Page 7 of Original Fire


  Then the cup was made fast

  to the body of the tree,

  bound with the silver excrescence of the spider,

  and the eggs, four in number,

  ale gold and trembling,

  curved in a thimble of down.

  The hinged beak sprang open, tongue erect,

  screaming to be fed

  before the rest of the hatchling emerged.

  I did not eat. I smashed bread to crumbs upon the sill

  for the parents were weary as God is weary.

  We have the least mercy on the one

  who created us,

  who introduced us to this hunger.

  The smallest mouth starved and the mother

  swept it out like rubbish with her wing.

  I found it that dawn, after lauds,

  already melting into the heat of the flagstone,

  a transparent teaspoon of flesh,

  the tiny beak shut, the eyes still sealed

  within a membrane of the clearest blue.

  I buried the chick in a box of leaves.

  The rest grew fat and clamorous.

  I put my hands through the thorns one night and felt the bowl,

  the small brown begging bowl,

  waiting to be filled.

  By morning, the strands of the nest disappear

  into each other, shaping

  an emptiness within me that I make lovely

  as the immature birds make the air

  by defining the tunnels and the spirals

  of the new sustenance. And then,

  no longer hindered by the violence of their need,

  they take to other trees, fling themselves

  deep into the world.

  4 Agnes

  When you entered the church at Basia

  holding the scepter of the almond’s

  white branch, and when you struck

  the bedrock floor, how was I to know

  the prayer would be answered?

  I heard the drum of hooves long in the distance,

  and I held my forehead to the stone of the altar.

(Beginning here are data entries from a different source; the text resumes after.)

"""Long data searched in stretches: the whole-series triggers and candidates, with bounded memory.

The reference is the engine's own whole-series search of the same data with
the same PSDs (given, so both whiten alike).  Short data and short stretches
put many boundaries in a few minutes of design noise, with ringdowns and a
gated glitch placed next to them and a data gap across one; the stretches
must give the same triggers (each once) and the same zero-lag candidates.
The two searches whiten on FFT grids of different lengths, and the
conditioning's band mask rings differently on each (about 1e-3 of the
whitened samples), so their numbers agree to that precision rather than to
rounding: SNRs to 1e-4 relative here (checked to 1e-3), re-weighted SNRs to
2e-3 (checked to 5e-3).  Seeds are fixed; a false failure
would need a peak within that agreement of the threshold or of a clustering
tie (none is in these data).
"""

from __future__ import annotations

import math

import numpy as np
import pytest
from gwpy.timeseries import TimeSeries

from ringsearch.data.condition import conditioning_psd
from ringsearch.data.io import open_detectors, read_detectors, write_gwosc_hdf5
from ringsearch.data.noise import gaussian_noise
from ringsearch.data.sources import StrainSource
from ringsearch.errors import InputError
from ringsearch.search import stretches
from ringsearch.search.bank import Bank
from ringsearch.search.engine import Search, SearchConfig
from ringsearch.search.stretches import n_stretches, plan_stretches

FS = 2048.0
T0 = 1e9
DURATION = 420.0
STRETCH = 64.0  # 7 stretches of 60 s


def _bank() -> Bank:
    return Bank.from_box((50.0, 100.0), (0.5, 0.9), 0, 0.95, f_high=900.0, seed=0)


def _boundaries() -> list[float]:
    src = {"H1": StrainSource("H1", T0, FS, int(DURATION * FS), [])}
    return [st.own[1] for st in plan_stretches(src, STRETCH, 5.0)][:-1]


def _data(gap: bool = True) -> dict:
    """Design noise in H1 and L1 with ringdowns at stretch boundaries, a glitch, a gap."""
    out = {}
    edges = _boundaries()
    for i, det in enumerate(("H1", "L1")):
        ts = gaussian_noise("design", DURATION, FS, 11 + i, gps_start=T0, detector=det)
        t = ts.times.value
        h = np.zeros_like(t)
        # damped sinusoids of SNR ~10-30 just before, on and after boundaries, 4 ms later
        # in L1 (inside the 10 ms light travel time)
        for k, (dt, amp, f, tau) in enumerate([(-0.03, 1e-21, 250.0, 0.004),
                                               (0.0, 2e-21, 200.0, 0.005),
                                               (0.02, 1.5e-21, 230.0, 0.004),
                                               (-0.2, 3e-21, 210.0, 0.006),
                                               (0.35, 1e-21, 260.0, 0.004)]):
            t0 = edges[k] + dt + 0.004 * i
            on = t >= t0
            h[on] += amp * np.exp(-(t[on] - t0) / tau) * np.cos(2 * np.pi * f * (t[on] - t0))
        if det == "H1":  # a loud glitch 1.5 s from a boundary: both searches gate it
            tg = edges[5] + 1.5
            h += 1e-18 * np.exp(-((t - tg) / 0.01) ** 2) * np.cos(2 * np.pi * 150.0 * (t - tg))
        x = ts.value + h
        if gap and det == "L1":  # 3 s of missing data across a boundary
            x[(t >= edges[2] - 1.0) & (t < edges[2] + 2.0)] = np.nan
        out[det] = TimeSeries(x, t0=T0, sample_rate=FS, name=det, channel=f"{det}:STRAIN")
    return out


def _psds(data: dict) -> dict:
    return {d: conditioning_psd(ts, 4.0, None) for d, ts in data.items()}


def _same_candidates(whole, parts) -> None:
    """The same zero-lag candidates: template and every detector's peak time.

    The anchor is not compared: when both detectors' triggers are the same
    template, the events anchored in each are the same numbers, a tie the
    clustering breaks by rounding."""
    a, b = whole.candidates, parts.candidates
    assert len(a) == len(b)
    cols = [f"{d}_gps" for d in whole.detectors] if len(whole.detectors) > 1 else ["gps"]
    tb = b[cols].to_numpy(float)
    for _, r in a.iterrows():
        hit = (b["template_index"].to_numpy() == r["template_index"]) & \
            (np.abs(tb - r[cols].to_numpy(float)) < 1e-5).all(axis=1)
        assert hit.sum() == 1, r
        assert b.loc[hit, "network_snr"].iloc[0] == pytest.approx(r["network_snr"], rel=5e-3)


def _check_tables(res) -> None:
    """Trigger ids are 0..n-1 once each; candidates refer to triggers of their detectors."""
    trig = res.triggers
    assert trig["trigger_id"].tolist() == list(range(len(trig)))
    assert not trig.duplicated(["detector", "template_index", "sample"]).any()
    by_id = trig.set_index("trigger_id")
    for d in res.detectors:
        col = f"{d}_trigger_id" if len(res.detectors) > 1 else "trigger_id"
        ids = res.candidates[col].to_numpy(np.int64)
        ids = ids[ids >= 0]
        assert (by_id.loc[ids, "detector"] == d).all()


def _compare(whole, parts) -> None:
    a, b = whole.triggers, parts.triggers
    m = a.merge(b, on=["detector", "template_index", "sample"], how="outer", indicator=True,
                suffixes=("_w", "_s"))
    assert (m["_merge"] == "both").all(), m.loc[m["_merge"] != "both",
                                                ["detector", "gps_w", "gps_s", "snr_w", "snr_s"]]
    assert np.allclose(m["snr_s"], m["snr_w"], rtol=1e-3, atol=0)
    assert np.allclose(m["snr_reweighted_s"], m["snr_reweighted_w"], rtol=5e-3, atol=0)
    assert np.abs(m["gps_s"] - m["gps_w"]).max() < 1e-5
    _same_candidates(whole, parts)
    for d in whole.detectors:
        assert parts.analysed_s[d] == pytest.approx(whole.analysed_s[d], abs=1e-6)
        assert abs(parts.valid[d] ^ whole.valid[d]) < 1e-6
    _check_tables(parts)


@pytest.fixture(scope="module")
def network_pair():
    data = _data()
    psds = _psds(data)
    bank = _bank()
    cfg = SearchConfig(n_slides=5)
    whole = Search(cfg, bank=bank, stretch_s=None).run(data, psds=psds)
    parts = Search(cfg, bank=bank, stretch_s=STRETCH).run(data, psds=psds)
    return data, whole, parts


def test_stretches_equal_the_whole_series_at_boundaries(network_pair):
    _, whole, parts = network_pair
    assert len(parts.extra["stretches"]) == 7
    assert "stretches" not in whole.extra
    _compare(whole, parts)
    # the test is about boundaries: loud triggers sit within a cluster window of them
    w = Search(bank=_bank()).cluster_window(_bank())
    t = parts.triggers["gps"].to_numpy()
    gap = np.array([np.abs(t - e).min() for e in _boundaries()[:5]])
    assert (gap < 0.5).all() and (gap < w).sum() >= 3
    assert len(parts.candidates) >= 5
    assert len(whole.conditioned["H1"].gates) == 1
    assert len(parts.conditioned) == 2  # the loudest candidate's stretch, both detectors


def test_stretches_pool_their_time_slides(network_pair):
    _, whole, parts = network_pair
    s = parts.slides
    assert s["slide"].tolist() == list(range(6))
    # each stretch slides its own owned interval: the coincident time of the zero lag is
    # the whole series', and every slide's lies within it
    assert s.loc[0, "live_s"] == pytest.approx(whole.slides.loc[0, "live_s"], abs=1e-6)
    assert (s.loc[1:, "live_s"] <= s.loc[0, "live_s"] + 1e-9).all()
    assert parts.background_s == pytest.approx(s.loc[1:, "live_s"].sum())
    far = parts.candidates["far_per_year"].to_numpy(float)
    assert np.isfinite(far).all()
    # a candidate's FAR counts the pooled background at least as loud (less the events
    # that share its triggers) over the pooled background time
    from ringsearch.physics.units import YEAR_S

    bg = parts.background["network_snr"].to_numpy(float)
    c = parts.candidates
    louder = np.array([(bg >= x).sum() for x in c["network_snr"]])
    n = c["n_louder_background"].to_numpy()
    # (at most one event per slide and detector shares a trigger with the candidate)
    assert (n <= louder).all() and (louder - n <= 5 * len(parts.detectors)).all()
    assert np.allclose(far, np.maximum(n, 1) / parts.background_s * YEAR_S)


def test_an_uncertified_stretch_is_searched_with_a_wider_margin(monkeypatch):
    """With no clustering margin the boundaries cannot be certified: the retry must still
    give the whole-series triggers (the check can fail: see the first assertion)."""
    data = {d: ts for d, ts in _data(gap=False).items() if d == "H1"}
    psds = _psds(data)
    bank = _bank()
    monkeypatch.setattr(stretches, "MARGIN_WINDOWS", (0.0, 8.0))
    whole = Search(bank=bank, stretch_s=None).run(data, psds=psds)
    parts = Search(bank=bank, stretch_s=STRETCH).run(data, psds=psds)
    assert (parts.extra["stretches"]["margin_windows"] == 8.0).any()
    _compare(whole, parts)
    # one detector: candidates are the triggers, FAR from the others
    assert parts.method == whole.method
    assert np.allclose(parts.candidates["far_per_year"], whole.candidates["far_per_year"])


def test_stretches_estimate_their_own_psds():
    data = _data(gap=False)
    bank = _bank()
    parts = Search(bank=bank, n_slides=2, stretch_s=STRETCH).run(data)
    _check_tables(parts)
    one = parts.conditioned["H1"]
    assert one.duration < 2 * STRETCH  # a stretch, not the whole series
    # its PSD is the Welch median of its own stretch, as conditioning would estimate it
    ts, segs = StrainSource.from_series(data["H1"]).read(
        round((one.t0 - T0) * FS), round((one.t0 - T0) * FS) + one.whitened.size)
    assert np.allclose(one.psd.value, conditioning_psd(ts, 4.0, segs).value, rtol=1e-12)


def test_whole_series_when_the_data_are_short():
    src = {"H1": StrainSource("H1", 0.0, FS, int(600 * FS), [])}
    assert n_stretches(src, 512.0) == 1
    assert n_stretches(src, 256.0) == 2
    assert n_stretches(src, 512.0, window=(0.0, 100.0)) == 1


def test_stretch_length_is_checked():
    with pytest.raises(InputError, match="stretch length"):
        SearchConfig(stretch_s=10.0).validated()
    with pytest.raises(InputError, match="stretch length"):
        SearchConfig(stretch_s=math.nan).validated()
    assert SearchConfig(stretch_s=None).validated().stretch_s is None


def test_partial_reads_of_files_equal_whole_reads(tmp_path):
    """open_detectors reads any stretch of several files (with a gap between them) as
    read_detectors reads all of them: the same samples, the same segments."""
    ts = gaussian_noise("design", 40.0, 1024.0, 3, gps_start=T0, detector="H1")
    first, second = ts.crop(T0, T0 + 16), ts.crop(T0 + 20, T0 + 40)
    paths = [write_gwosc_hdf5(first, tmp_path / "H-H1_SIM-1000000000-16.hdf5"),
             write_gwosc_hdf5(second, tmp_path / "H-H1_SIM-1000000020-20.hdf5")]
    whole, segs = read_detectors(paths)["H1"]
    src = open_detectors(paths)["H1"]
    assert src.n_samples == whole.size
    for a, b in [(0, whole.size), (5000, 25000), (16 * 1024 - 7, 20 * 1024 + 9)]:
        part, psegs = src.read(a, b)
        assert np.array_equal(part.value, whole.value[a:b], equal_nan=True)
        assert float(part.t0.value) == float(whole.t0.value) + a / 1024.0
        span = type(segs)([type(segs[0])(T0 + a / 1024.0, T0 + b / 1024.0)])
        assert list(psegs) == list((segs & span).coalesce())


def test_files_are_searched_stretch_by_stretch(tmp_path):
    """A search of files goes through the sources: stretches of files equal stretches of
    the same series in memory."""
    data = _data(gap=False)
    paths = [write_gwosc_hdf5(ts, tmp_path / f"{d[0]}-{d}_SIM-1000000000-420.hdf5")
             for d, ts in data.items()]
    psds = _psds(data)
    bank = _bank()
    from_files = Search(bank=bank, n_slides=2, stretch_s=128.0).run(paths, psds=psds,
                                                                     )
    in_memory = Search(bank=bank, n_slides=2, stretch_s=128.0).run(data, psds=psds)
    assert from_files.triggers.drop(columns="trigger_id").equals(
        in_memory.triggers.drop(columns="trigger_id"))
    assert len(from_files.extra["stretches"]) == 3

  I asked for nothing. It is almost

  impossible to ask for nothing.

  I have spent my whole life trying.

  I know you felt it, when his love spilled.

  That ponderous light.

  From then on you endured

  happiness, the barge you pulled

  as I pull mine. This

  is called density of purpose.

  As you learned, you must shed everything else

  in order to bear it.

  That is why, toward the end of your life

  when at last there was nothing I could not relinquish,

  I allowed you to spring forward without me.

  Sister, I unchained myself. For I was always

  the heaviest passenger,

  the stone wagon of example,

  the freight you dragged all the way to heaven,

  and how were you to release yourself

  from me, then, poor mad horse,

  except by reaching the gate?

  Mary Magdalene

  I wash your ankles

  with my tears. Unhem

  my sweep of hair

  and burnish the arch of your foot.

  Still your voice cracks

  above me.

  I cut off my hair and toss it across your pillow.

  A dark towel

  like the one after sex.

  I’m walking out,

  my face a dustpan,

  my body stiff as a new broom.

  I will drive boys

  to smash empty bottles on their brows.

  I will pull them right out of their skins.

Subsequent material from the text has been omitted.